WHAT THE TASK REQUIRES: The answer must be every record below, repeated exactly.

Collected data
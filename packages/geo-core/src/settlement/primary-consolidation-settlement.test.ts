import fc from 'fast-check';
import { describe, expect, it } from 'vitest';
import { primaryConsolidationSettlement } from './primary-consolidation-settlement.js';

const base = { thicknessM: 4, e0: 1, cc: 0.35, cs: 0.06, initialEffectiveStressKpa: 74.76, stressIncreaseKpa: 14.32, preconsolidationKpa: 74.76 };

describe('primaryConsolidationSettlement({ thicknessM, e0, cc, cs, initialEffectiveStressKpa, stressIncreaseKpa, preconsolidationKpa })', () => {
  it('normally consolidated: Cc·H/(1 + e0)·log10(σ′1/σ′0)', () => {
    // Hand calculation: 0.35 × 4/2 × log10(89.08/74.76) = 0.7 × 0.0761109 = 0.0532776 m.
    const result = primaryConsolidationSettlement(base);
    expect(result.consolidationCase).toBe('normally-consolidated');
    expect(result.settlementM).toBeCloseTo(0.0532776, 6);
  });

  it('overconsolidated, staying below σ′p: Cs·H/(1 + e0)·log10(σ′1/σ′0)', () => {
    // Hand calculation: 0.06 × 2 × log10(89.08/74.76) = 0.12 × 0.0761109 = 0.0091333 m.
    const result = primaryConsolidationSettlement({ ...base, preconsolidationKpa: 100 });
    expect(result.consolidationCase).toBe('overconsolidated-below');
    expect(result.settlementM).toBeCloseTo(0.0091333, 6);
  });

  it('overconsolidated, passing σ′p: the Cs branch up to σ′p, then the Cc branch', () => {
    // Hand calculation: 0.12 × log10(80/74.76) + 0.7 × log10(89.08/80) = 0.12 × 0.0294207 + 0.7 × 0.0466902 = 0.0035305 + 0.0326832 = 0.0362136 m.
    const result = primaryConsolidationSettlement({ ...base, preconsolidationKpa: 80 });
    expect(result.consolidationCase).toBe('overconsolidated-crossing');
    expect(result.settlementM).toBeCloseTo(0.0362136, 6);
  });

  it('is continuous where the final stress reaches σ′p from either side', () => {
    const below = primaryConsolidationSettlement({ ...base, preconsolidationKpa: 89.08 });
    const above = primaryConsolidationSettlement({ ...base, preconsolidationKpa: 89.08 - 1e-9 });
    expect(above.settlementM).toBeCloseTo(below.settlementM, 9);
  });

  it('is zero without a stress increase', () => {
    expect(primaryConsolidationSettlement({ ...base, stressIncreaseKpa: 0 }).settlementM).toBe(0);
  });

  it('property: grows with the stress increase and never exceeds the normally consolidated value', () => {
    fc.assert(
      fc.property(fc.double({ min: 1, max: 500, noNaN: true }), fc.double({ min: 1, max: 500, noNaN: true }), fc.double({ min: 1, max: 3, noNaN: true }), (sigma0, delta, ocr) => {
        const input = { ...base, initialEffectiveStressKpa: sigma0, stressIncreaseKpa: delta, preconsolidationKpa: sigma0 * ocr };
        const lower = primaryConsolidationSettlement(input).settlementM;
        const higher = primaryConsolidationSettlement({ ...input, stressIncreaseKpa: delta * 1.2 }).settlementM;
        expect(higher).toBeGreaterThan(lower);
        expect(lower).toBeLessThanOrEqual(primaryConsolidationSettlement({ ...input, preconsolidationKpa: sigma0 }).settlementM + 1e-15);
      }),
    );
  });

  it.each([
    [{ thicknessM: 0 }, 'primaryConsolidationSettlement requires a finite thicknessM > 0'],
    [{ e0: 0 }, 'primaryConsolidationSettlement requires a finite e0 > 0'],
    [{ cc: -0.1 }, 'primaryConsolidationSettlement requires finite cc >= 0 and cs >= 0'],
    [{ initialEffectiveStressKpa: 0 }, 'primaryConsolidationSettlement requires a finite initialEffectiveStressKpa > 0'],
    [{ stressIncreaseKpa: -1 }, 'primaryConsolidationSettlement requires a finite stressIncreaseKpa >= 0'],
    [{ preconsolidationKpa: 70 }, 'primaryConsolidationSettlement requires preconsolidationKpa >= initialEffectiveStressKpa'],
    [{ stressIncreaseKpa: Number.NaN }, 'primaryConsolidationSettlement requires a finite stressIncreaseKpa >= 0'],
  ])('throws RangeError for %o', (override, message) => {
    expect(() => primaryConsolidationSettlement({ ...base, ...override })).toThrow(new RangeError(message));
  });
});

RESPONSE TO THE TASK:
filename packages/geo-core/src/settlement/primary-consolidation-settlement.test.ts
import fc from 'fast-check';
import { describe, expect, it } from 'vitest';
import { primaryConsolidationSettlement } from './primary-consolidation-settlement.js';

const base = { thicknessM: 4, e0: 1, cc: 0.35, cs: 0.06, initialEffectiveStressKpa: 74.76, stressIncreaseKpa: 14.32, preconsolidationKpa: 74.76 };

describe('primaryConsolidationSettlement({ thicknessM, e0, cc, cs, initialEffectiveStressKpa, stressIncreaseKpa, preconsolidationKpa })', () => {
  it('normally consolidated: Cc·H/(1 + e0)·log10(σ′1/σ′0)', () => {
    // Hand calculation: 0.35 × 4/2 × log10(89.08/74.76) = 0.7 × 0.0761109 = 0.0532776 m.
    const result = primaryConsolidationSettlement(base);
    expect(result.consolidationCase).toBe('normally-consolidated');
    expect(result.settlementM).toBeCloseTo(0.0532776, 6);
  });

  it('overconsolidated, staying below σ′p: Cs·H/(1 + e0)·log10(σ′1/σ′0)', () => {
    // Hand calculation: 0.06 × 2 × log10(89.08/74.76) = 0.12 × 0.0761109 = 0.0091333 m.
    const result = primaryConsolidationSettlement({ ...base, preconsolidationKpa: 100 });
    expect(result.consolidationCase).toBe('overconsolidated-below');
    expect(result.settlementM).toBeCloseTo(0.0091333, 6);
  });

  it('overconsolidated, passing σ′p: the Cs branch up to σ′p, then the Cc branch', () => {
    // Hand calculation: 0.12 × log10(80/74.76) + 0.7 × log10(89.08/80) = 0.12 × 0.0294207 + 0.7 × 0.0466902 = 0.0035305 + 0.0326832 = 0.0362136 m.
    const result = primaryConsolidationSettlement({ ...base, preconsolidationKpa: 80 });
    expect(result.consolidationCase).toBe('overconsolidated-crossing');
    expect(result.settlementM).toBeCloseTo(0.0362136, 6);
  });

  it('is continuous where the final stress reaches σ′p from either side', () => {
    const below = primaryConsolidationSettlement({ ...base, preconsolidationKpa: 89.08 });
    const above = primaryConsolidationSettlement({ ...base, preconsolidationKpa: 89.08 - 1e-9 });
    expect(above.settlementM).toBeCloseTo(below.settlementM, 9);
  });

  it('is zero without a stress increase', () => {
    expect(primaryConsolidationSettlement({ ...base, stressIncreaseKpa: 0 }).settlementM).toBe(0);
  });

  it('property: grows with the stress increase and never exceeds the normally consolidated value', () => {
    fc.assert(
      fc.property(fc.double({ min: 1, max: 500, noNaN: true }), fc.double({ min: 1, max: 500, noNaN: true }), fc.double({ min: 1, max: 3, noNaN: true }), (sigma0, delta, ocr) => {
        const input = { ...base, initialEffectiveStressKpa: sigma0, stressIncreaseKpa: delta, preconsolidationKpa: sigma0 * ocr };
        const lower = primaryConsolidationSettlement(input).settlementM;
        const higher = primaryConsolidationSettlement({ ...input, stressIncreaseKpa: delta * 1.2 }).settlementM;
        expect(higher).toBeGreaterThan(lower);
        expect(lower).toBeLessThanOrEqual(primaryConsolidationSettlement({ ...input, preconsolidationKpa: sigma0 }).settlementM + 1e-15);
      }),
    );
  });

  it.each([
    [{ thicknessM: 0 }, 'primaryConsolidationSettlement requires a finite thicknessM > 0'],
    [{ e0: 0 }, 'primaryConsolidationSettlement requires a finite e0 > 0'],
    [{ cc: -0.1 }, 'primaryConsolidationSettlement requires finite cc >= 0 and cs >= 0'],
    [{ initialEffectiveStressKpa: 0 }, 'primaryConsolidationSettlement requires a finite initialEffectiveStressKpa > 0'],
    [{ stressIncreaseKpa: -1 }, 'primaryConsolidationSettlement requires a finite stressIncreaseKpa >= 0'],
    [{ preconsolidationKpa: 70 }, 'primaryConsolidationSettlement requires preconsolidationKpa >= initialEffectiveStressKpa'],
    [{ stressIncreaseKpa: Number.NaN }, 'primaryConsolidationSettlement requires a finite stressIncreaseKpa >= 0'],
  ])('throws RangeError for %o', (override, message) => {
    expect(() => primaryConsolidationSettlement({ ...base, ...override })).toThrow(new RangeError(message));
  });
});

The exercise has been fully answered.